For the entries below, repeat exactly each line starting with the one that contains "The rest of" and going on through the one that contains "as setting increases.", and no others.
*** Opening Data provided ***
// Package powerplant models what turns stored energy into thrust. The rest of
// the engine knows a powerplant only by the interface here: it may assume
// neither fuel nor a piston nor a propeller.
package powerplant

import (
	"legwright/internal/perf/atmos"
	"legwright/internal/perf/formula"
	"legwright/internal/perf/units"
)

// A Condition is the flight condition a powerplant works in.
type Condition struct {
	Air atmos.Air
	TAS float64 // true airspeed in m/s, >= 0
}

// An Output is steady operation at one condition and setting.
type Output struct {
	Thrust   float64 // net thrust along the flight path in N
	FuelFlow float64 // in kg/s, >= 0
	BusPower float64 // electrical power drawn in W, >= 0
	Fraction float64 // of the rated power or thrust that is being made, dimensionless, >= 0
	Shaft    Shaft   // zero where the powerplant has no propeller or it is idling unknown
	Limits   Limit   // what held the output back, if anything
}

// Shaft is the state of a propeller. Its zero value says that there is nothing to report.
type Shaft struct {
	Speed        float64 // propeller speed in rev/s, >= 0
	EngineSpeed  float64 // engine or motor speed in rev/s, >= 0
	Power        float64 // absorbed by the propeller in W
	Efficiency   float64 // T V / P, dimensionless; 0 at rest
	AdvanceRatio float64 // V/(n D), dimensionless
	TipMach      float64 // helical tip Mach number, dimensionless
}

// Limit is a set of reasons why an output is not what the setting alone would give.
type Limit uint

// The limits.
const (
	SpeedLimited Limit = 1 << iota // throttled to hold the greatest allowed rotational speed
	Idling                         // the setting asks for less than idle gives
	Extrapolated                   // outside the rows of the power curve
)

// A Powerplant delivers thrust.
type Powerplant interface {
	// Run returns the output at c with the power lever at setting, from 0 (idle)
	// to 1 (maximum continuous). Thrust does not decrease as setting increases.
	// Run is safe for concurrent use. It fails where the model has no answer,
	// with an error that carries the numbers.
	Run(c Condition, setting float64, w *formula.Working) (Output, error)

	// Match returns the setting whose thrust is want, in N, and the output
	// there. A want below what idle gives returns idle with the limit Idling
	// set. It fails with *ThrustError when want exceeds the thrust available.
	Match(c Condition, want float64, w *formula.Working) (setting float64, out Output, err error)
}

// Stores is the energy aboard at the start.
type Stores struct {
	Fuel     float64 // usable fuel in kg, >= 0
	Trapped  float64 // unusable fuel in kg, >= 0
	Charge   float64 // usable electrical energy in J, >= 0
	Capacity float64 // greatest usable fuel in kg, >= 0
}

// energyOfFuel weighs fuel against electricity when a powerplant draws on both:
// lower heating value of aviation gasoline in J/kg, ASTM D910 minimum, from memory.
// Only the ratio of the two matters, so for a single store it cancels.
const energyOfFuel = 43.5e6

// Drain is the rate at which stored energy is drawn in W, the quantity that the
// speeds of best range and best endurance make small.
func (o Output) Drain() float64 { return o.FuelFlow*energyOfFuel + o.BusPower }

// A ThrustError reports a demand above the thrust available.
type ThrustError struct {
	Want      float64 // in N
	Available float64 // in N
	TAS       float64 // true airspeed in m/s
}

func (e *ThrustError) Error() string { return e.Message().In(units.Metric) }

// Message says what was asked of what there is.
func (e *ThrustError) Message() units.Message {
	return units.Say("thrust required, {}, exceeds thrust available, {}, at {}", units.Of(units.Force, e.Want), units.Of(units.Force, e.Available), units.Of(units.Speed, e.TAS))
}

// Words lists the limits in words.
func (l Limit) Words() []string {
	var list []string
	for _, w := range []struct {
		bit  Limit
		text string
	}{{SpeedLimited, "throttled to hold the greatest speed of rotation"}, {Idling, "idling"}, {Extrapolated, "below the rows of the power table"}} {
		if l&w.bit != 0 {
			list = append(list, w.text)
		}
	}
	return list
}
*** Closing Data provided ***
*** Opening Data provided ***
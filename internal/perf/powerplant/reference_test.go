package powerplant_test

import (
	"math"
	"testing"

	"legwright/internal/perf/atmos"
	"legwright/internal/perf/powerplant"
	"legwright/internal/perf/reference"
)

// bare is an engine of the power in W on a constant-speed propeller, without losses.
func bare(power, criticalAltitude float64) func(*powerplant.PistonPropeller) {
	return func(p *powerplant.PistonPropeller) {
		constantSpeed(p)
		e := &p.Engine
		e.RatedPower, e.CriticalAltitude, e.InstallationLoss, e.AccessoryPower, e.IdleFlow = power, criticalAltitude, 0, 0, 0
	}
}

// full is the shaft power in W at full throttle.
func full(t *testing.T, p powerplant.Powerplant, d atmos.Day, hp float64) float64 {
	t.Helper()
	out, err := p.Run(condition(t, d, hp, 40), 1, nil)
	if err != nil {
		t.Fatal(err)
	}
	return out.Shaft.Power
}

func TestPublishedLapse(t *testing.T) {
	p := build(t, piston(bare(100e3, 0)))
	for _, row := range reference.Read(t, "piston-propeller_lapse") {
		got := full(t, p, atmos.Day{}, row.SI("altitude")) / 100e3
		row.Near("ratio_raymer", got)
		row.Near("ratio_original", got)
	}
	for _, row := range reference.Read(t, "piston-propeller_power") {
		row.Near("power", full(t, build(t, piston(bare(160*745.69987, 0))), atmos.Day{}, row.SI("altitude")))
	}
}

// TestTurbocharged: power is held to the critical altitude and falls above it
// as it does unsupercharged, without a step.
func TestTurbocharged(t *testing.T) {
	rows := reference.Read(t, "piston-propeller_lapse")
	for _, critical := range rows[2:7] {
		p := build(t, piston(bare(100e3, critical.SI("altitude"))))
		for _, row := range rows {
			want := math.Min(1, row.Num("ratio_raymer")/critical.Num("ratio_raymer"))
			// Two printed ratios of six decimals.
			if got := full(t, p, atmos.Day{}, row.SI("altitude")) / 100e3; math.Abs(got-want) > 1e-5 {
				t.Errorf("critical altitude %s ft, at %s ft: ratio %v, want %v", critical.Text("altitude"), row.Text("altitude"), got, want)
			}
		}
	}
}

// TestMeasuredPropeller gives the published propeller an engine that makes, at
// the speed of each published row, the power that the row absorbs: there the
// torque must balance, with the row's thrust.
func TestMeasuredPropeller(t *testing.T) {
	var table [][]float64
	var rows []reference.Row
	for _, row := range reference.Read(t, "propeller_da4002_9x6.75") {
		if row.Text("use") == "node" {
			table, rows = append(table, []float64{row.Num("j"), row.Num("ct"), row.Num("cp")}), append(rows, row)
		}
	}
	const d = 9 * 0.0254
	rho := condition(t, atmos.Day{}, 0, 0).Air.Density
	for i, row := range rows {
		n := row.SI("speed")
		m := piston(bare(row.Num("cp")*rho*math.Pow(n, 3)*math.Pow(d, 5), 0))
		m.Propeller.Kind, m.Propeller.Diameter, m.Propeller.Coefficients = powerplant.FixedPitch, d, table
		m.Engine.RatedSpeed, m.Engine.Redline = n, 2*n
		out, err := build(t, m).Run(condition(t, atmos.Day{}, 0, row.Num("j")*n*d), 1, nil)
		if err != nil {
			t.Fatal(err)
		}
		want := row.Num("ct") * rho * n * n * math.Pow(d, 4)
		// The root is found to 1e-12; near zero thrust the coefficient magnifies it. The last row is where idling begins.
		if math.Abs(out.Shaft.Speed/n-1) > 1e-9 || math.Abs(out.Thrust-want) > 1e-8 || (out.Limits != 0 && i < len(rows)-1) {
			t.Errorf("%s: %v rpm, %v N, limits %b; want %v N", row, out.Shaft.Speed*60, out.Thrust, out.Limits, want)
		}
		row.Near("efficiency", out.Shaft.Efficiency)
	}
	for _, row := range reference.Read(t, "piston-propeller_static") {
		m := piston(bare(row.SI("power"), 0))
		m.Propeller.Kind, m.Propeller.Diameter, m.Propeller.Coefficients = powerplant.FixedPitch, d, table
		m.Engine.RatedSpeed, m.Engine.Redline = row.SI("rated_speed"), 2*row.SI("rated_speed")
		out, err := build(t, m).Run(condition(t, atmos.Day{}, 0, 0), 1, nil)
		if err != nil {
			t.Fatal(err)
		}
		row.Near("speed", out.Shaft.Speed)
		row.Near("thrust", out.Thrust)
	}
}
*** Closing Data provided ***
§ Exercise solution
// Package powerplant models what turns stored energy into thrust. The rest of
// the engine knows a powerplant only by the interface here: it may assume
// neither fuel nor a piston nor a propeller.
package powerplant

import (
	"legwright/internal/perf/atmos"
	"legwright/internal/perf/formula"
	"legwright/internal/perf/units"
)

// A Condition is the flight condition a powerplant works in.
type Condition struct {
	Air atmos.Air
	TAS float64 // true airspeed in m/s, >= 0
}

// An Output is steady operation at one condition and setting.
type Output struct {
	Thrust   float64 // net thrust along the flight path in N
	FuelFlow float64 // in kg/s, >= 0
	BusPower float64 // electrical power drawn in W, >= 0
	Fraction float64 // of the rated power or thrust that is being made, dimensionless, >= 0
	Shaft    Shaft   // zero where the powerplant has no propeller or it is idling unknown
	Limits   Limit   // what held the output back, if anything
}

// Shaft is the state of a propeller. Its zero value says that there is nothing to report.
type Shaft struct {
	Speed        float64 // propeller speed in rev/s, >= 0
	EngineSpeed  float64 // engine or motor speed in rev/s, >= 0
	Power        float64 // absorbed by the propeller in W
	Efficiency   float64 // T V / P, dimensionless; 0 at rest
	AdvanceRatio float64 // V/(n D), dimensionless
	TipMach      float64 // helical tip Mach number, dimensionless
}

// Limit is a set of reasons why an output is not what the setting alone would give.
type Limit uint

// The limits.
const (
	SpeedLimited Limit = 1 << iota // throttled to hold the greatest allowed rotational speed
	Idling                         // the setting asks for less than idle gives
	Extrapolated                   // outside the rows of the power curve
)

// A Powerplant delivers thrust.
type Powerplant interface {
	// Run returns the output at c with the power lever at setting, from 0 (idle)
	// to 1 (maximum continuous). Thrust does not decrease as setting increases.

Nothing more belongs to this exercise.